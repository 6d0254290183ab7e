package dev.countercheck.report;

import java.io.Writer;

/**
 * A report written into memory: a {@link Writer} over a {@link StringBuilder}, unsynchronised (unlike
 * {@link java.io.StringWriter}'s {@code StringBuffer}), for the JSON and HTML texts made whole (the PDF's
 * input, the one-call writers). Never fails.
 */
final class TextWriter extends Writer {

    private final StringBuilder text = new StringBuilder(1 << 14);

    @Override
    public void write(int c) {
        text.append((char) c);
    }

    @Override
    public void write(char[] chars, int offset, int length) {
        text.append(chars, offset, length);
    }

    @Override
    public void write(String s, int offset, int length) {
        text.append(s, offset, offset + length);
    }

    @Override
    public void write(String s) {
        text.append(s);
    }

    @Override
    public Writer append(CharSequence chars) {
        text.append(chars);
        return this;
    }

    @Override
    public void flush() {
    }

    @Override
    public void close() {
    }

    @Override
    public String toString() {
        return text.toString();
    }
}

==

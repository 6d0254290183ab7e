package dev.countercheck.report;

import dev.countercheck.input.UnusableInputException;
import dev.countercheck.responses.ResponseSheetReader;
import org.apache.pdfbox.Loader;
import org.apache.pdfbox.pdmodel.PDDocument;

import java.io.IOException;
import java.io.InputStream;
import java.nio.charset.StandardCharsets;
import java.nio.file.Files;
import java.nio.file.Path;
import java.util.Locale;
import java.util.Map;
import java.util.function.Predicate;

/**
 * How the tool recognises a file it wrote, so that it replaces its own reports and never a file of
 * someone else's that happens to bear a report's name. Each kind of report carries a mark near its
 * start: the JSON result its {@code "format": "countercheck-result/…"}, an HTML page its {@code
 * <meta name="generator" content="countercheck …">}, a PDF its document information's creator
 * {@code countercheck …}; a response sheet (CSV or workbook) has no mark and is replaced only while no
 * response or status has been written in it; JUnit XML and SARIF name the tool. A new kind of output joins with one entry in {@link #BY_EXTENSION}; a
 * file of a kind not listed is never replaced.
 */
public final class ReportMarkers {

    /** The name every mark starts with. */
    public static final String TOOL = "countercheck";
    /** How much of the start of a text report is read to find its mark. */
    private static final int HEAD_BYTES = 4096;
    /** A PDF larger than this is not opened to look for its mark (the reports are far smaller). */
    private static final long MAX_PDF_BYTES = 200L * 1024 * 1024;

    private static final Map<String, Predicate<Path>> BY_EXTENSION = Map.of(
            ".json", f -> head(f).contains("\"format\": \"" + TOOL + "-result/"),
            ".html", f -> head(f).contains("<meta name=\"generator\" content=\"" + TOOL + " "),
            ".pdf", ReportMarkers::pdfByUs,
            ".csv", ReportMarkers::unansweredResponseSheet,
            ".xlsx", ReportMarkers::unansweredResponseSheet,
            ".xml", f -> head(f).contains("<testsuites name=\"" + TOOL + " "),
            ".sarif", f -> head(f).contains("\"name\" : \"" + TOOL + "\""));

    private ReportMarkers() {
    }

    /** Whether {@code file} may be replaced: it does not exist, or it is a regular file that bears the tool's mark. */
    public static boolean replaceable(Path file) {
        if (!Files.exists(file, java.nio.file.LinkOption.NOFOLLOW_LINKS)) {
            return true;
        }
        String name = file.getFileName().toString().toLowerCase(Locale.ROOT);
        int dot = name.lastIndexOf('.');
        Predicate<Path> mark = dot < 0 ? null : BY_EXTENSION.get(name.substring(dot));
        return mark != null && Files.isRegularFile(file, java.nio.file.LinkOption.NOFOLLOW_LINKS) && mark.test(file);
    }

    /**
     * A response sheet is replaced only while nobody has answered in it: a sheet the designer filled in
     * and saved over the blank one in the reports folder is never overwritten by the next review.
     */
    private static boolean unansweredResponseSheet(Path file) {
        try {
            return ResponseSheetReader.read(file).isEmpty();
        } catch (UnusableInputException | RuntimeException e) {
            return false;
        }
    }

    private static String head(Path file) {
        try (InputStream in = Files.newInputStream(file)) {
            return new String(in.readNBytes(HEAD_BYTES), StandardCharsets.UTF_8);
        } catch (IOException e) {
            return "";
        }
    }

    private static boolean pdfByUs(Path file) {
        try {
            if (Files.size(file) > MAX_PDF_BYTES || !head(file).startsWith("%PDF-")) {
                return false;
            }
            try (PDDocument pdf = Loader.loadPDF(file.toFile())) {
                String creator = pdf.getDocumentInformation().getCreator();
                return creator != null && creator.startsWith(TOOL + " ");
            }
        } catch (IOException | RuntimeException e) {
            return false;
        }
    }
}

*Problem details:*
Which lines above include the word "null"? Pick them out and copy them.

*Reply:*
        Predicate<Path> mark = dot < 0 ? null : BY_EXTENSION.get(name.substring(dot));
        return mark != null && Files.isRegularFile(file, java.nio.file.LinkOption.NOFOLLOW_LINKS) && mark.test(file);
                return creator != null && creator.startsWith(TOOL + " ");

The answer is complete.